> _The input_:

────────────────────────────────────────

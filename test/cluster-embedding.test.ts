// Metric map: classical scaling (Torgerson, Psychometrika 1952) refined by SMACOF (de Leeuw 1977;
// Borg & Groenen, Modern Multidimensional Scaling, 2005), with Kruskal's stress-1 (Psychometrika
// 1964) and trustworthiness (Venna & Kaski, ICANN 2001). References run live once for this file
// through scripts/embedding_reference.py: scikit-learn's `sklearn.manifold.trustworthiness`,
// numpy's `eigvalsh` for the classical-scaling eigenvalues, scipy's `pdist` for stress-1.
import { beforeAll, describe, expect, it } from 'vitest';
import { classicalMds, embed2d, jacobiEigen, rawStress, smacof } from '../src/cluster/embedding.js';
import { trustworthiness } from '../src/cluster/trustworthiness.js';
import { embed2dLandmarks } from '../src/cluster/embedding-landmarks.js';
import { blobs, distanceMatrix, rng, runPythonReference, type Points } from './fixtures/cluster-data.js';

interface RefOutput {
  cases: Array<{ trustworthiness: number[]; eigenvalues: number[]; stress1: number }>;
}

const flat = (coords: Array<[number, number]>) => Float64Array.from(coords.flat());

// truly 2-D points: a distance matrix from plane coordinates
const plane: Points = (() => {
  const rand = rng(3);
  const n = 150;
  const x = new Float64Array(2 * n);
  for (let i = 0; i < 2 * n; i++) x[i] = (rand() * 2 - 1) * 10;
  return { n, dim: 2, x };
})();
const planeDist = distanceMatrix(plane, 'euclidean');
// not 2-D: 5-D blobs under L-infinity and under Euclidean distances
const five = blobs(17, 5, [[0, 0, 0, 0, 0], [4, 4, 0, 0, 1], [0, 5, 5, 1, 0]], [50, 40, 30], [0.8, 1.2, 0.5], 20, 8);
const fiveLinf = distanceMatrix(five, 'chebyshev');
const fiveEuc = distanceMatrix(five, 'euclidean');

const planeMap = embed2d(planeDist, plane.n);
const linfMap = embed2d(fiveLinf, five.n);
const eucMap = embed2d(fiveEuc, five.n);
const ks = [5, 10, 20];

let ref: RefOutput;
beforeAll(() => {
  ref = runPythonReference<RefOutput>('embedding_reference.py', {
    cases: [
      { n: plane.n, dist: Array.from(planeDist), coords: Array.from(flat(planeMap.coords)), ks },
      { n: five.n, dist: Array.from(fiveLinf), coords: Array.from(flat(linfMap.coords)), ks },
      { n: five.n, dist: Array.from(fiveEuc), coords: Array.from(flat(eucMap.coords)), ks },
    ],
  });
});

describe('metric map of points that truly are 2-D', () => {
  it('has stress ~0 and recovers every distance (so the picture is the original up to rotation/reflection)', () => {
    const stress = planeMap.quality.find((q) => q.name === 'Kruskal stress-1');
    expect(stress?.value).toBeLessThan(1e-9);
    const x = flat(planeMap.coords);
    let worst = 0;
    for (let i = 0; i < plane.n; i++) {
      for (let j = i + 1; j < plane.n; j++) {
        const d = Math.hypot(x[2 * i] - x[2 * j], x[2 * i + 1] - x[2 * j + 1]);
        worst = Math.max(worst, Math.abs(d - planeDist[i * plane.n + j]));
      }
    }
    expect(worst).toBeLessThan(1e-8);
    expect(ref.cases[0].stress1).toBeLessThan(1e-9);
  });

  it('has trustworthiness 1, as sklearn.manifold.trustworthiness says', () => {
    expect(planeMap.quality.find((q) => q.name === 'trustworthiness@10')?.value).toBeCloseTo(1, 12);
    ref.cases[0].trustworthiness.forEach((t) => expect(t).toBeCloseTo(1, 12));
  });
});

describe('metric map of a metric that is not 2-D', () => {
  it('reports trustworthiness equal to sklearn.manifold.trustworthiness(metric="precomputed") to 1e-9', () => {
    [linfMap, eucMap].forEach((map, c) => {
      const x = flat(map.coords);
      ks.forEach((k, t) => {
        const ours = trustworthiness(c === 0 ? fiveLinf : fiveEuc, five.n, x, k);
        expect(Math.abs(ours - ref.cases[c + 1].trustworthiness[t]), `case ${c}, k=${k}`).toBeLessThan(1e-9);
      });
      // a real check: the picture is good but not perfect
      expect(ref.cases[c + 1].trustworthiness[1]).toBeLessThan(1);
      expect(ref.cases[c + 1].trustworthiness[1]).toBeGreaterThan(0.8);
      const reported = map.quality.find((q) => q.name === 'trustworthiness@10');
      expect(Math.abs((reported?.value ?? NaN) - ref.cases[c + 1].trustworthiness[1])).toBeLessThan(1e-9);
    });
  });

  it('reports Kruskal stress-1 as computed by scipy pdist from the same coordinates', () => {
    [linfMap, eucMap].forEach((map, c) => {
      const s = map.quality.find((q) => q.name === 'Kruskal stress-1')?.value ?? NaN;
      expect(Math.abs(s - ref.cases[c + 1].stress1)).toBeLessThan(1e-12);
      expect(s).toBeGreaterThan(0.01);
    });
  });

  it('starts from classical scaling with the eigenvalues numpy.linalg.eigvalsh finds', () => {
    [fiveLinf, fiveEuc].forEach((dist, c) => {
      const x = classicalMds(dist, five.n);
      // |column c|^2 of the classical solution is its eigenvalue
      for (let a = 0; a < 2; a++) {
        let s = 0;
        for (let i = 0; i < five.n; i++) s += x[2 * i + a] * x[2 * i + a];
        const expected = ref.cases[c + 1].eigenvalues[a];
        expect(Math.abs(s - expected) / expected, `case ${c}, axis ${a}`).toBeLessThan(1e-9);
      }
    });
  });

  it('SMACOF never raises the raw stress of its start (Borg & Groenen 2005, ch. 8) and lowers it here', () => {
    const init = classicalMds(fiveLinf, five.n);
    const before = rawStress(fiveLinf, five.n, init);
    let last = before;
    for (const iters of [1, 2, 5, 20, 100]) {
      const r = smacof(fiveLinf, five.n, init, { maxIterations: iters, relativeTolerance: 0 });
      expect(r.rawStress).toBeLessThanOrEqual(last * (1 + 1e-12));
      last = r.rawStress;
    }
    expect(last).toBeLessThan(before * 0.99);
  });
});

describe('metric map edge cases', () => {
  it('handles n = 0, 1, 2 and 3', () => {
    expect(embed2d(new Float64Array(0), 0).coords).toEqual([]);
    expect(embed2d(new Float64Array(1), 1).coords).toEqual([[0, 0]]);
    const two = embed2d(Float64Array.from([0, 3, 3, 0]), 2).coords;
    expect(Math.hypot(two[0][0] - two[1][0], two[0][1] - two[1][1])).toBeCloseTo(3, 12);
    // a 3-4-5 right triangle is exactly 2-D
    const tri = embed2d(Float64Array.from([0, 3, 4, 3, 0, 5, 4, 5, 0]), 3);
    const d = (a: number, b: number) => Math.hypot(tri.coords[a][0] - tri.coords[b][0], tri.coords[a][1] - tri.coords[b][1]);
    expect(d(0, 1)).toBeCloseTo(3, 10);
    expect(d(0, 2)).toBeCloseTo(4, 10);
    expect(d(1, 2)).toBeCloseTo(5, 10);
  });

  it('puts exact duplicates on one spot and stays finite', () => {
    const pts: Points = { n: 8, dim: 2, x: Float64Array.from([0, 0, 0, 0, 0, 0, 3, 1, 3, 1, -2, 5, 7, 7, 7, 7]) };
    const map = embed2d(distanceMatrix(pts, 'euclidean'), pts.n);
    for (const [x, y] of map.coords) expect(Number.isFinite(x) && Number.isFinite(y)).toBe(true);
    expect(map.coords[1]).toEqual(map.coords[0]);
    expect(map.coords[4]).toEqual(map.coords[3]);
    expect(map.quality[0].value).toBeLessThan(1e-9);
    // all points on one spot
    const same = embed2d(new Float64Array(16), 4);
    expect(same.coords.every(([x, y]) => x === 0 && y === 0)).toBe(true);
  });

  it('is deterministic', () => {
    expect(embed2d(fiveLinf, five.n)).toEqual(linfMap);
  });

  it('refuses bad matrices with a clear message', () => {
    expect(() => embed2d(new Float64Array(3), 2)).toThrow(/expected 2\*2/);
    expect(() => embed2d(Float64Array.from([0, NaN, NaN, 0]), 2)).toThrow(/finite and >= 0/);
    expect(() => trustworthiness(planeDist, plane.n, flat(planeMap.coords), 75)).toThrow(/n\/2/);
  });

  it('solves a small symmetric eigenproblem (Jacobi) with A v = lambda v', () => {
    const a = Float64Array.from([4, 1, -2, 2, 1, 2, 0, 1, -2, 0, 3, -2, 2, 1, -2, -1]);
    const { values, vectors } = jacobiEigen(a, 4);
    for (let c = 0; c < 4; c++) {
      for (let i = 0; i < 4; i++) {
        let av = 0;
        for (let j = 0; j < 4; j++) av += a[i * 4 + j] * vectors[j * 4 + c];
        expect(av).toBeCloseTo(values[c] * vectors[i * 4 + c], 12);
      }
    }
    // trace is preserved
    expect(values.reduce((s, v) => s + v, 0)).toBeCloseTo(4 + 2 + 3 - 1, 12);
  });
});

describe('landmark metric map (de Silva & Tenenbaum, "Sparse multidimensional scaling using landmark points", 2004)', () => {
  const big: Points = (() => {
    const rand = rng(29);
    const n = 600;
    const x = new Float64Array(2 * n);
    for (let i = 0; i < 2 * n; i++) x[i] = (rand() * 2 - 1) * 20;
    return { n, dim: 2, x };
  })();
  const euclid = (i: number, j: number) => Math.hypot(big.x[2 * i] - big.x[2 * j], big.x[2 * i + 1] - big.x[2 * j + 1]);

  it('recovers every distance of truly 2-D points from L*n distances (triangulation is exact for Euclidean data)', () => {
    const map = embed2dLandmarks(big.n, euclid, { landmarks: 40 });
    expect(map.landmarks.length).toBe(40);
    expect(map.distanceEvaluations).toBeLessThanOrEqual(40 * big.n);
    const x = flat(map.coords);
    let worst = 0;
    for (let i = 0; i < big.n; i++) {
      for (let j = i + 1; j < big.n; j++) worst = Math.max(worst, Math.abs(Math.hypot(x[2 * i] - x[2 * j], x[2 * i + 1] - x[2 * j + 1]) - euclid(i, j)));
    }
    expect(worst).toBeLessThan(1e-7);
    expect(map.quality[0].value).toBeLessThan(1e-9);
  });

  it('chooses landmarks by the max-min rule: the second is the point farthest from point 0', () => {
    const map = embed2dLandmarks(big.n, euclid, { landmarks: 10 });
    let far = 0;
    for (let j = 1; j < big.n; j++) if (euclid(0, j) > euclid(0, far)) far = j;
    expect(map.landmarks[0]).toBe(0);
    expect(map.landmarks[1]).toBe(far);
  });

  it('is the full method when n is at most the landmark count', () => {
    const small = embed2dLandmarks(five.n, (i, j) => fiveLinf[i * five.n + j], { landmarks: 500 });
    expect(small.coords).toEqual(linfMap.coords);
  });

  it('stops choosing landmarks when every point sits on one, and places duplicates on it', () => {
    const base = [[0, 0], [4, 0], [0, 3], [5, 5]];
    const n = 40;
    const d = (i: number, j: number) => Math.hypot(base[i % 4][0] - base[j % 4][0], base[i % 4][1] - base[j % 4][1]);
    const map = embed2dLandmarks(n, d, { landmarks: 10 });
    expect(map.landmarks.length).toBe(4);
    for (let i = 0; i < n; i++) expect(map.coords[i]).toEqual(map.coords[i % 4]);
    expect(Math.hypot(map.coords[0][0] - map.coords[1][0], map.coords[0][1] - map.coords[1][1])).toBeCloseTo(4, 9);
  });

  it('refuses a bad distance with a clear message', () => {
    expect(() => embed2dLandmarks(50, () => NaN, { landmarks: 5 })).toThrow(/finite and >= 0/);
  });
});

────────────────────────────────────────

Find the lines above holding the word "sklearn" and show them.

// through scripts/embedding_reference.py: scikit-learn's `sklearn.manifold.trustworthiness`,
  it('has trustworthiness 1, as sklearn.manifold.trustworthiness says', () => {
  it('reports trustworthiness equal to sklearn.manifold.trustworthiness(metric="precomputed") to 1e-9', () => {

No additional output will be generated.